─── INPUT DATA ───

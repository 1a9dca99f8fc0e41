import { describe, expect, it } from "vitest";
import { circle, iSection, pipe, rectangle, section, sectionProperties, tee, type Section } from "../../src/section/index.js";
import {
  extremeBendingStresses,
  neutralAxis,
  sectionCornerStresses,
  sectionPartStresses,
  sectionPeakShearStress,
  sectionShearStressAt,
  sectionShearStressProfile,
  trySectionCornerStresses,
  trySectionPartStresses,
  trySectionPeakShearStress,
  trySectionShearStressAt,
  trySectionShearStressProfile,
} from "../../src/stress/index.js";
import { stackProperties } from "./helpers.js";

describe("stress on sections from the section module", () => {
  it("sectionPeakShearStress(rectangle) = 1.5 V / A and (circle) = 4 V / (3 A)", () => {
    // Roark's Formulas for Stress and Strain, 8th ed., Sec. 8.1 (from memory).
    const r = sectionPeakShearStress(36e3, rectangle({ width: 80, depth: 240 }));
    expect(r.stress).toBeCloseTo((1.5 * 36e3) / (80 * 240), 10);
    expect(r.y).toBeCloseTo(0, 8);
    const c = sectionPeakShearStress(1e4, circle({ diameter: 60 }));
    expect(c.stress).toBeCloseTo((4 * 1e4) / (3 * Math.PI * 900), 9);
  });

  it("sectionShearStressAt(pipe) at the neutral axis matches V (2/3)(R^3 - r^3) / (I 2 (R - r))", () => {
    // Closed form from tau = V Q / (I b) with Q of a semicircle (2/3) r^3 (Roark's 8th ed., Table A.1, from memory).
    const [R, t, v] = [60, 15, 1e4];
    const r = R - t;
    const inertia = (Math.PI * (R ** 4 - r ** 4)) / 4;
    const at = sectionShearStressAt(v, pipe({ outsideDiameter: 2 * R, wallThickness: t }), 0);
    expect(at.stress).toBeCloseTo((v * (2 / 3) * (R ** 3 - r ** 3)) / (inertia * 2 * (R - r)), 9);
  });

  it("sectionPeakShearStress(I section with root fillets) is in the web at the neutral axis", () => {
    const s = iSection({ depth: 360, flangeWidth: 180, flangeThickness: 12, webThickness: 8, rootRadius: 10 });
    const p = sectionProperties(s);
    const peak = sectionPeakShearStress(1.5e5, s);
    expect(peak.width).toBeCloseTo(8, 9);
    expect(Math.abs(peak.y)).toBeLessThan(1e-6 * 360);
    expect(peak.stress).toBeCloseTo((1.5e5 * peak.firstMoment) / (p.secondMomentZ * 8), 9);
    const profile = sectionShearStressProfile(1.5e5, s, { pointsPerBand: 2 });
    expect(profile.points.length).toBeGreaterThan(4);
  });

  it("extremeBendingStresses(tee from the section module) matches the parallel-axis closed form", () => {
    // Centroid and I by the parallel-axis theorem (closed form), flange 150 x 20 on a 20 x 180 stem.
    const t = stackProperties([
      { b: 20, h: 180, y0: 0 },
      { b: 150, h: 20, y0: 180 },
    ]);
    const p = sectionProperties(tee({ depth: 200, flangeWidth: 150, flangeThickness: 20, webThickness: 20 }));
    const s = extremeBendingStresses(20e6, p);
    expect(s.bottom.stress).toBeCloseTo((20e6 * t.centroid) / t.inertia, 9);
    expect(s.top.stress).toBeCloseTo((-20e6 * (200 - t.centroid)) / t.inertia, 9);
  });

  it("sectionCornerStresses(angle) finds the extreme corners; (circle) gives sqrt(M_z^2 + M_y^2) r / I", () => {
    const angle: Section = section([
      {
        kind: "polygon",
        points: [
          { z: 0, y: 0 },
          { z: 100, y: 0 },
          { z: 100, y: 10 },
          { z: 10, y: 10 },
          { z: 10, y: 150 },
          { z: 0, y: 150 },
        ],
      },
    ]);
    const p = sectionProperties(angle);
    const m = { momentZ: 8e6, momentY: 0 };
    const na = neutralAxis(m, p)!;
    expect(Math.tan(na.angle)).toBeCloseTo(p.productMoment / p.secondMomentY, 12); // Boresi and Schmidt, 6th ed., Sec. 7.2 (from memory)
    const r = sectionCornerStresses(m, angle);
    expect(r.points).toHaveLength(6);
    // Any axis of a circle is principal: sigma_max = M r / I with M the resultant moment (Roark's 8th ed., Table A.1, from memory).
    const c = sectionCornerStresses({ momentZ: 3e6, momentY: -4e6 }, circle({ diameter: 100 }));
    const expected = (5e6 * 50) / ((Math.PI * 50 ** 4) / 4);
    expect(c.tension.stress).toBeCloseTo(expected, 8);
    expect(c.compression.stress).toBeCloseTo(-expected, 8);
  });

  it("sectionCornerStresses(I section with fillets, semicircular sector) reach the extreme fibres", () => {
    const i = iSection({ depth: 300, flangeWidth: 150, flangeThickness: 10, webThickness: 7, rootRadius: 12 });
    const pi = sectionProperties(i);
    const r = sectionCornerStresses({ momentZ: 5e7, momentY: 0 }, i);
    expect(r.tension.stress).toBeCloseTo((5e7 * 150) / pi.secondMomentZ, 9);
    // Semicircle: centroid 4 r / (3 pi) above the diameter, I_z = (pi / 8 - 8 / (9 pi)) r^4 (Roark's 8th ed., Table A.1, from memory).
    const rad = 40;
    const half = section([{ kind: "sector", centre: { y: 0, z: 0 }, radius: rad, startAngle: 0, sweep: Math.PI }]);
    const ybar = (4 * rad) / (3 * Math.PI);
    const iz = (Math.PI / 8 - 8 / (9 * Math.PI)) * rad ** 4;
    const h = sectionCornerStresses({ momentZ: 1e6, momentY: 0 }, half);
    expect(h.compression.stress).toBeCloseTo((-1e6 * (rad - ybar)) / iz, 9);
    expect(h.tension.stress).toBeCloseTo((1e6 * ybar) / iz, 9);
    const tilted = sectionCornerStresses({ momentZ: 1e6, momentY: 5e5 }, half);
    expect(tilted.points.length).toBeGreaterThanOrEqual(3);
  });

  it("sectionPartStresses(timber with a steel plate) jumps by n at the interface", () => {
    // Transformed section (Gere and Goodno, Mechanics of Materials, Sec. 6.3, from memory); parallel-axis closed form.
    const timber = { name: "timber", elasticModulus: 10_000 };
    const steel = { name: "steel", elasticModulus: 200_000 };
    const s = section([
      { kind: "polygon", points: [{ z: 0, y: 10 }, { z: 150, y: 10 }, { z: 150, y: 310 }, { z: 0, y: 310 }], material: timber },
      { kind: "polygon", points: [{ z: 0, y: 0 }, { z: 150, y: 0 }, { z: 150, y: 10 }, { z: 0, y: 10 }], material: steel },
    ]);
    const t = stackProperties([
      { b: 150, h: 300, y0: 10 },
      { b: 150, h: 10, y0: 0, n: 20 },
    ]);
    const r = sectionPartStresses(30e6, s);
    const [wood, plate] = r.parts;
    expect(plate!.modularRatio).toBeCloseTo(20, 12);
    expect(plate!.stressBottom).toBeCloseTo((20 * 30e6 * t.centroid) / t.inertia, 8);
    expect(wood!.stressTop).toBeCloseTo((-30e6 * (310 - t.centroid)) / t.inertia, 8);
    expect(plate!.stressTop / wood!.stressBottom).toBeCloseTo(20, 9);
    expect(r.tension.part).toBe(1);
    expect(r.compression.part).toBe(0);
  });

  it("bad input to the section forms is reported", () => {
    const rect = rectangle({ width: 10, depth: 10 });
    expect(trySectionShearStressProfile(1, rect, { pointsPerBand: 0 }).ok).toBe(false);
    expect(trySectionPeakShearStress(Number.NaN, rect).ok).toBe(false);
    expect(trySectionCornerStresses({ momentZ: Number.NaN, momentY: 0 }, rect).ok).toBe(false);
    expect(trySectionPartStresses(Number.NaN, rect).ok).toBe(false);
    const r = trySectionShearStressAt(1, rect, 50);
    expect(r.ok || r.error.code).toBe("fibre-outside-section");
  });
});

───

- **EXERCISE BRIEF**
Would you copy out exactly the lines above that start at the one containing "7.2 (from memory)" and end at the one containing "expect(r.points).toHaveLength(6);", inclusive?

- **COMPLETED TASK**
    expect(Math.tan(na.angle)).toBeCloseTo(p.productMoment / p.secondMomentY, 12); // Boresi and Schmidt, 6th ed., Sec. 7.2 (from memory)
    const r = sectionCornerStresses(m, angle);
    expect(r.points).toHaveLength(6);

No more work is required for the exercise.